==== Material for this task ====

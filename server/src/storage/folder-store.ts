import { access, constants, mkdir, open, opendir, readFile, rename, stat, statfs } from 'node:fs/promises';
import { dirname, join } from 'node:path';
import type { Readable } from 'node:stream';
import {
  assertSha256,
  isSha256,
  ObjectMissingError,
  ObjectStore,
  StorageNotReadyError,
  type ByteRange,
  type ListedObject,
  type LocalCopy,
  type ObjectFacts,
} from './object-store';
import { receiveFile, removeFile } from './receive-file';
import { syncFolder, writeMarker } from './folder-marker';

export const MARKER_NAME = 'benchlark-store';

const isGone = (error: unknown) => (error as NodeJS.ErrnoException).code === 'ENOENT';

/**
 * Objects as files of one folder: `ab/cd/<sha256>`.
 *
 * A marker file written when the store is made tells an empty mount point from the store: without it nothing is read or
 * written, so that an unmounted disk doesn't fill the folder beneath it.
 */
export class FolderStore extends ObjectStore {
  readonly tempFolder: string;

  constructor(private readonly root: string) {
    super();
    this.tempFolder = join(root, 'incoming');
  }

  async open(mayCreate: boolean): Promise<void> {
    await writeMarker(this.root, MARKER_NAME, mayCreate);
    await mkdir(this.tempFolder, { recursive: true, mode: 0o700 });
    await this.checkReady();
  }

  async put(bytes: Readable): Promise<string> {
    await this.checkReady();
    const { path, sha256 } = await receiveFile(bytes, this.tempFolder);
    await this.keep(path, sha256);
    return sha256;
  }

  async keep(tempPath: string, sha256: string): Promise<void> {
    await this.checkReady();
    const path = this.pathOf(sha256);
    const folder = dirname(path);
    const isNewFolder = (await mkdir(folder, { recursive: true, mode: 0o700 })) !== undefined;
    await rename(tempPath, path);
    // The name must last as well as the bytes: a folder needs its own fsync (fsync(2)).
    await syncFolder(folder);
    if (isNewFolder) {
      await syncFolder(dirname(folder));
      await syncFolder(this.root);
    }
  }

  async read(sha256: string, range?: ByteRange): Promise<Readable> {
    const path = this.pathOf(sha256);
    try {
      const handle = await open(path, 'r');
      return handle.createReadStream({
        ...(range && { start: range.from, end: range.to }),
        highWaterMark: 1 << 18,
      });
    } catch (error) {
      if (isGone(error)) throw new ObjectMissingError(sha256);
      throw error;
    }
  }

  async stat(sha256: string): Promise<ObjectFacts | null> {
    try {
      const { size, mtime } = await stat(this.pathOf(sha256));
      return { sizeBytes: size, storedAt: mtime };
    } catch (error) {
      if (isGone(error)) return null;
      throw error;
    }
  }

  async *list(): AsyncIterable<ListedObject> {
    await this.checkReady();
    for (const first of await folderNames(this.root)) {
      if (!/^[0-9a-f]{2}$/.test(first)) continue;
      for (const second of await folderNames(join(this.root, first))) {
        for (const sha256 of await folderNames(join(this.root, first, second))) {
          if (!isSha256(sha256)) continue;
          const facts = await this.stat(sha256);
          if (facts) yield { sha256, ...facts };
        }
      }
    }
  }

  async remove(sha256: string): Promise<void> {
    await this.checkReady();
    await removeFile(this.pathOf(sha256));
  }

  async localCopy(sha256: string): Promise<LocalCopy> {
    const path = this.pathOf(sha256);
    if ((await this.stat(sha256)) === null) throw new ObjectMissingError(sha256);
    return { path, release: () => Promise.resolve() };
  }

  async freeBytes(): Promise<number> {
    const { bavail, bsize } = await statfs(this.root);
    return bavail * bsize;
  }

  async checkReady(): Promise<void> {
    try {
      await readFile(join(this.root, MARKER_NAME));
      await access(this.tempFolder, constants.W_OK);
    } catch (error) {
      const reason = isGone(error)
        ? 'its marker file is missing: is the disk mounted?'
        : 'it can’t be written to';
      throw new StorageNotReadyError(`the storage folder can’t be used: ${reason}`);
    }
  }

  private pathOf(sha256: string): string {
    assertSha256(sha256);
    return join(this.root, sha256.slice(0, 2), sha256.slice(2, 4), sha256);
  }
}

async function folderNames(path: string): Promise<string[]> {
  const names: string[] = [];
  for await (const entry of await opendir(path)) names.push(entry.name);
  return names.sort();
}
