import { join } from 'node:path';
import type { Env } from '../config/env.schema';
import { FolderStore } from './folder-store';
import type { ObjectStore } from './object-store';
import { S3Store } from './s3-store';

/** The store that the configuration asks for; not opened yet. */
export function createObjectStore(env: Env): ObjectStore {
  if (env.STORAGE_KIND === 'folder') return new FolderStore(env.STORE_DIR);
  if (!env.S3_BUCKET) throw new Error('S3_BUCKET must be set when STORAGE_KIND is s3');
  return new S3Store({
    endpoint: env.S3_ENDPOINT,
    region: env.S3_REGION,
    bucket: env.S3_BUCKET,
    prefix: env.S3_PREFIX,
    accessKeyId: env.S3_ACCESS_KEY_ID,
    secretAccessKey: env.S3_SECRET_ACCESS_KEY,
    forcePathStyle: env.S3_FORCE_PATH_STYLE,
    tempFolder: join(env.STORE_DIR, 'incoming'),
  });
}
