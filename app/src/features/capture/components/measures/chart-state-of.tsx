import type { ChartState } from '@/components/charts/chart-state';
import { errorWords } from '@/lib/error-words';
import { formatBytes } from '@/lib/format/quantity';
import type { TracesState } from '../../hooks/use-traces';

/** How a chart stands while its traces come, fail, or turn out to hold nothing. */
export function chartStateOf(traces: TracesState, emptyWords?: string): ChartState {
  switch (traces.kind) {
    case 'ready': {
      const isEmpty = traces.traces.every(({ trace }) => trace.x.length === 0);
      return isEmpty && emptyWords ? { kind: 'empty', children: <p>{emptyWords}</p> } : { kind: 'ready' };
    }
    case 'failed':
      return {
        kind: 'failed',
        what: 'The trace could not be fetched.',
        why: errorWords(traces.error),
        isRecordSafe: true,
        onRetry: traces.retry,
      };
    case 'loading':
      return {
        kind: 'loading',
        what: 'Fetching the trace',
        share: traces.totalBytes === 0 ? null : traces.loadedBytes / traces.totalBytes,
        amount: `${formatBytes(traces.loadedBytes)} of ${formatBytes(traces.totalBytes)}`,
      };
  }
}
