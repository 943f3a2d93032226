import { useMemo } from 'react';
import { ResidualChart } from '@/components/charts/residual-chart';
import { channelName } from '@/lib/capture-words';
import { useTraces } from '../../hooks/use-traces';
import { tracesNamed } from '../../model/read-trace';
import { residualScale } from '@/components/charts/residual-scale';
import type { BodyView } from './body-view';
import { chartStateOf } from './chart-state-of';
import { useChartSource } from './use-chart-source';

const NAMES = ['residual', 'wave'] as const;

/** What is left of a tone over one of its periods, the wave itself behind it. */
export function ResidualView({ view }: { view: BodyView }) {
  const read = useTraces(view.body, NAMES);
  const yUnit = view.body.channels.find(({ traces }) => traces['residual'])?.traces['residual']?.yUnit ?? '';
  const { channels, unit } = useMemo(() => {
    if (read.kind !== 'ready') return { channels: [], unit: yUnit };
    const residuals = tracesNamed(read.traces, 'residual');
    const waves = tracesNamed(read.traces, 'wave');
    const scale = residualScale(
      yUnit,
      residuals.map(({ trace }) => trace.y),
    );
    const scaled = residuals.map(({ channel, trace }) => ({
      name: channelName(channel),
      x: trace.x,
      residual: trace.y.map((value) => value * scale.factor),
      wave:
        waves.find((one) => one.channel === channel)?.trace.y.map((value) => value * scale.factor) ?? null,
    }));
    return { channels: scaled, unit: scale.unit };
  }, [read, yUnit]);
  const source = useChartSource(view, 'residual');
  return (
    <ResidualChart
      sub="one period, averaged, fundamental removed"
      state={chartStateOf(read)}
      channels={channels}
      yUnit={unit}
      source={source}
    />
  );
}
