import { useState } from 'react';
import type { ResponseSpan } from '../../model/response-model';
import type { BodyView } from './body-view';
import { ResponseChart } from './response-chart';
import { SpanSlot } from './span-slot';
import { ViewSentence } from './view-sentence';

/** White noise through a converter's filter: its pass band and its fall. */
export function FilterView({ view }: { view: BodyView }) {
  const [span, setSpan] = useState<ResponseSpan>('full');
  return (
    <>
      <ViewSentence>
        Show the filter within <SpanSlot value={span} onChange={setSpan} />.
      </ViewSentence>
      <ResponseChart
        view={view}
        span={span}
        quantity="Level"
        title="What the filter lets through"
        sub="white noise, averaged"
      />
    </>
  );
}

====

▶ **Problem to work on**
Would you please copy, word for word, everything above from the line containing "if (!env.S3_BUCKET) throw" down to the line containing "trace.x.length === 0);", those two lines included?

▶ **Task answer**
  if (!env.S3_BUCKET) throw new Error('S3_BUCKET must be set when STORAGE_KIND is s3');
  return new S3Store({
    endpoint: env.S3_ENDPOINT,
    region: env.S3_REGION,
    bucket: env.S3_BUCKET,
    prefix: env.S3_PREFIX,
    accessKeyId: env.S3_ACCESS_KEY_ID,
    secretAccessKey: env.S3_SECRET_ACCESS_KEY,
    forcePathStyle: env.S3_FORCE_PATH_STYLE,
    tempFolder: join(env.STORE_DIR, 'incoming'),
  });
}
filename app/src/features/capture/components/measures/chart-state-of.tsx
import type { ChartState } from '@/components/charts/chart-state';
import { errorWords } from '@/lib/error-words';
import { formatBytes } from '@/lib/format/quantity';
import type { TracesState } from '../../hooks/use-traces';

/** How a chart stands while its traces come, fail, or turn out to hold nothing. */
export function chartStateOf(traces: TracesState, emptyWords?: string): ChartState {
  switch (traces.kind) {
    case 'ready': {
      const isEmpty = traces.traces.every(({ trace }) => trace.x.length === 0);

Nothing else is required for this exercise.